CREATE TABLE `fleet_row` (
	`id` text NOT NULL,
	`producer_id` text NOT NULL,
	`no` integer,
	`store_id` text NOT NULL,
	`district_id` text NOT NULL,
	`account_id` text NOT NULL,
	`likely` integer NOT NULL,
	`risk_at` integer,
	`truck_from` integer,
	`truck_to` integer,
	`heard_at` integer,
	`warm_since` integer,
	`fitted` integer NOT NULL,
	`words` text NOT NULL,
	`body` text NOT NULL,
	PRIMARY KEY(`producer_id`, `id`),
	FOREIGN KEY (`producer_id`) REFERENCES `producer`(`id`) ON UPDATE no action ON DELETE no action,
	FOREIGN KEY (`producer_id`,`id`) REFERENCES `freezer`(`producer_id`,`id`) ON UPDATE no action ON DELETE no action,
	FOREIGN KEY (`producer_id`,`store_id`) REFERENCES `store`(`producer_id`,`id`) ON UPDATE no action ON DELETE no action,
	FOREIGN KEY (`producer_id`,`district_id`) REFERENCES `district`(`producer_id`,`id`) ON UPDATE no action ON DELETE no action,
	FOREIGN KEY (`producer_id`,`account_id`) REFERENCES `account`(`producer_id`,`id`) ON UPDATE no action ON DELETE no action
);
--> statement-breakpoint
CREATE UNIQUE INDEX `fleet_row_no_unique` ON `fleet_row` (`no`);--> statement-breakpoint
CREATE INDEX `fleet_row_likely` ON `fleet_row` (`producer_id`,`likely`,`id`);--> statement-breakpoint
CREATE INDEX `fleet_row_district` ON `fleet_row` (`producer_id`,`district_id`,`likely`,`id`);--> statement-breakpoint
CREATE INDEX `fleet_row_account` ON `fleet_row` (`producer_id`,`account_id`,`likely`,`id`);--> statement-breakpoint
CREATE INDEX `fleet_row_store` ON `fleet_row` (`producer_id`,`store_id`,`likely`,`id`);--> statement-breakpoint
CREATE INDEX `fleet_row_standing` ON `fleet_row` (`producer_id`,`district_id`,`account_id`,`store_id`,`risk_at`,`likely`,`truck_from`,`truck_to`,`heard_at`,`warm_since`,`fitted`);--> statement-breakpoint
CREATE TABLE `freezer_day` (
	`id` text NOT NULL,
	`producer_id` text NOT NULL,
	`freezer_id` text NOT NULL,
	`store_id` text NOT NULL,
	`day` text NOT NULL,
	`out_minutes` real NOT NULL,
	`warm_minutes` real NOT NULL,
	`known_minutes` real NOT NULL,
	PRIMARY KEY(`producer_id`, `id`),
	FOREIGN KEY (`producer_id`) REFERENCES `producer`(`id`) ON UPDATE no action ON DELETE no action,
	FOREIGN KEY (`producer_id`,`freezer_id`) REFERENCES `freezer`(`producer_id`,`id`) ON UPDATE no action ON DELETE no action,
	FOREIGN KEY (`producer_id`,`store_id`) REFERENCES `store`(`producer_id`,`id`) ON UPDATE no action ON DELETE no action
);
--> statement-breakpoint
CREATE INDEX `freezer_day_freezer` ON `freezer_day` (`producer_id`,`freezer_id`,`day`);--> statement-breakpoint
CREATE INDEX `freezer_day_store` ON `freezer_day` (`producer_id`,`store_id`,`day`,`out_minutes`,`warm_minutes`,`known_minutes`);--> statement-breakpoint
ALTER TABLE `freezer` ADD `version` integer DEFAULT 1 NOT NULL;--> statement-breakpoint
CREATE INDEX `freezer_model` ON `freezer` (`producer_id`,`model_id`);--> statement-breakpoint
ALTER TABLE `model` ADD `version` integer DEFAULT 1 NOT NULL;--> statement-breakpoint
ALTER TABLE `model` ADD `retired_at` integer;--> statement-breakpoint
ALTER TABLE `product` ADD `version` integer DEFAULT 1 NOT NULL;--> statement-breakpoint
ALTER TABLE `producer` ADD `logo` text;--> statement-breakpoint
ALTER TABLE `producer` ADD `service_hours` text DEFAULT '[]' NOT NULL;--> statement-breakpoint
ALTER TABLE `producer` ADD `holidays` text DEFAULT '[]' NOT NULL;--> statement-breakpoint
ALTER TABLE `producer` ADD `risk_limit` real DEFAULT 0.1 NOT NULL;--> statement-breakpoint
ALTER TABLE `producer` ADD `sender_name` text DEFAULT '' NOT NULL;--> statement-breakpoint
ALTER TABLE `producer` ADD `reply_to` text DEFAULT '' NOT NULL;--> statement-breakpoint
ALTER TABLE `producer` ADD `version` integer DEFAULT 1 NOT NULL;--> statement-breakpoint
ALTER TABLE `account` ADD `contacts` text DEFAULT '[]' NOT NULL;--> statement-breakpoint
ALTER TABLE `account` ADD `version` integer DEFAULT 1 NOT NULL;--> statement-breakpoint
CREATE INDEX `account_name` ON `account` (`producer_id`,`name`,`id`);--> statement-breakpoint
ALTER TABLE `district` ADD `version` integer DEFAULT 1 NOT NULL;--> statement-breakpoint
ALTER TABLE `store` ADD `urgent_phone` text DEFAULT '' NOT NULL;--> statement-breakpoint
ALTER TABLE `store` ADD `version` integer DEFAULT 1 NOT NULL;--> statement-breakpoint
CREATE INDEX `delivery_line_freezer` ON `delivery_line` (`producer_id`,`freezer_id`);--> statement-breakpoint
CREATE INDEX `delivery_line_product` ON `delivery_line` (`producer_id`,`product_id`);--> statement-breakpoint
CREATE INDEX `lane_product` ON `lane` (`producer_id`,`product_id`);--> statement-breakpoint
CREATE INDEX `request_freezer` ON `request` (`producer_id`,`freezer_id`,`opened_at`,`id`);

■ REQUIRED WORK:
Transcribe all the material, keeping each word as it is.

■ OUTPUT OF THE EXERCISE:
CREATE TABLE `fleet_row` (
	`id` text NOT NULL,
	`producer_id` text NOT NULL,
	`no` integer,
	`store_id` text NOT NULL,
	`district_id` text NOT NULL,
	`account_id` text NOT NULL,
	`likely` integer NOT NULL,
	`risk_at` integer,
	`truck_from` integer,
	`truck_to` integer,
	`heard_at` integer,
	`warm_since` integer,
	`fitted` integer NOT NULL,
	`words` text NOT NULL,
	`body` text NOT NULL,
	PRIMARY KEY(`producer_id`, `id`),
	FOREIGN KEY (`producer_id`) REFERENCES `producer`(`id`) ON UPDATE no action ON DELETE no action,
	FOREIGN KEY (`producer_id`,`id`) REFERENCES `freezer`(`producer_id`,`id`) ON UPDATE no action ON DELETE no action,
	FOREIGN KEY (`producer_id`,`store_id`) REFERENCES `store`(`producer_id`,`id`) ON UPDATE no action ON DELETE no action,
	FOREIGN KEY (`producer_id`,`district_id`) REFERENCES `district`(`producer_id`,`id`) ON UPDATE no action ON DELETE no action,
	FOREIGN KEY (`producer_id`,`account_id`) REFERENCES `account`(`producer_id`,`id`) ON UPDATE no action ON DELETE no action
);
--> statement-breakpoint
CREATE UNIQUE INDEX `fleet_row_no_unique` ON `fleet_row` (`no`);--> statement-breakpoint
CREATE INDEX `fleet_row_likely` ON `fleet_row` (`producer_id`,`likely`,`id`);--> statement-breakpoint
CREATE INDEX `fleet_row_district` ON `fleet_row` (`producer_id`,`district_id`,`likely`,`id`);--> statement-breakpoint
CREATE INDEX `fleet_row_account` ON `fleet_row` (`producer_id`,`account_id`,`likely`,`id`);--> statement-breakpoint
CREATE INDEX `fleet_row_store` ON `fleet_row` (`producer_id`,`store_id`,`likely`,`id`);--> statement-breakpoint
CREATE INDEX `fleet_row_standing` ON `fleet_row` (`producer_id`,`district_id`,`account_id`,`store_id`,`risk_at`,`likely`,`truck_from`,`truck_to`,`heard_at`,`warm_since`,`fitted`);--> statement-breakpoint
CREATE TABLE `freezer_day` (
	`id` text NOT NULL,
	`producer_id` text NOT NULL,
	`freezer_id` text NOT NULL,
	`store_id` text NOT NULL,
	`day` text NOT NULL,
	`out_minutes` real NOT NULL,
	`warm_minutes` real NOT NULL,
	`known_minutes` real NOT NULL,
	PRIMARY KEY(`producer_id`, `id`),
	FOREIGN KEY (`producer_id`) REFERENCES `producer`(`id`) ON UPDATE no action ON DELETE no action,
	FOREIGN KEY (`producer_id`,`freezer_id`) REFERENCES `freezer`(`producer_id`,`id`) ON UPDATE no action ON DELETE no action,
	FOREIGN KEY (`producer_id`,`store_id`) REFERENCES `store`(`producer_id`,`id`) ON UPDATE no action ON DELETE no action
);
--> statement-breakpoint
CREATE INDEX `freezer_day_freezer` ON `freezer_day` (`producer_id`,`freezer_id`,`day`);--> statement-breakpoint
CREATE INDEX `freezer_day_store` ON `freezer_day` (`producer_id`,`store_id`,`day`,`out_minutes`,`warm_minutes`,`known_minutes`);--> statement-breakpoint
ALTER TABLE `freezer` ADD `version` integer DEFAULT 1 NOT NULL;--> statement-breakpoint
CREATE INDEX `freezer_model` ON `freezer` (`producer_id`,`model_id`);--> statement-breakpoint
ALTER TABLE `model` ADD `version` integer DEFAULT 1 NOT NULL;--> statement-breakpoint
ALTER TABLE `model` ADD `retired_at` integer;--> statement-breakpoint
ALTER TABLE `product` ADD `version` integer DEFAULT 1 NOT NULL;--> statement-breakpoint
ALTER TABLE `producer` ADD `logo` text;--> statement-breakpoint
ALTER TABLE `producer` ADD `service_hours` text DEFAULT '[]' NOT NULL;--> statement-breakpoint
ALTER TABLE `producer` ADD `holidays` text DEFAULT '[]' NOT NULL;--> statement-breakpoint
ALTER TABLE `producer` ADD `risk_limit` real DEFAULT 0.1 NOT NULL;--> statement-breakpoint
ALTER TABLE `producer` ADD `sender_name` text DEFAULT '' NOT NULL;--> statement-breakpoint
ALTER TABLE `producer` ADD `reply_to` text DEFAULT '' NOT NULL;--> statement-breakpoint
ALTER TABLE `producer` ADD `version` integer DEFAULT 1 NOT NULL;--> statement-breakpoint
ALTER TABLE `account` ADD `contacts` text DEFAULT '[]' NOT NULL;--> statement-breakpoint
ALTER TABLE `account` ADD `version` integer DEFAULT 1 NOT NULL;--> statement-breakpoint
CREATE INDEX `account_name` ON `account` (`producer_id`,`name`,`id`);--> statement-breakpoint
ALTER TABLE `district` ADD `version` integer DEFAULT 1 NOT NULL;--> statement-breakpoint
ALTER TABLE `store` ADD `urgent_phone` text DEFAULT '' NOT NULL;--> statement-breakpoint
ALTER TABLE `store` ADD `version` integer DEFAULT 1 NOT NULL;--> statement-breakpoint
CREATE INDEX `delivery_line_freezer` ON `delivery_line` (`producer_id`,`freezer_id`);--> statement-breakpoint
CREATE INDEX `delivery_line_product` ON `delivery_line` (`producer_id`,`product_id`);--> statement-breakpoint
CREATE INDEX `lane_product` ON `lane` (`producer_id`,`product_id`);--> statement-breakpoint
CREATE INDEX `request_freezer` ON `request` (`producer_id`,`freezer_id`,`opened_at`,`id`);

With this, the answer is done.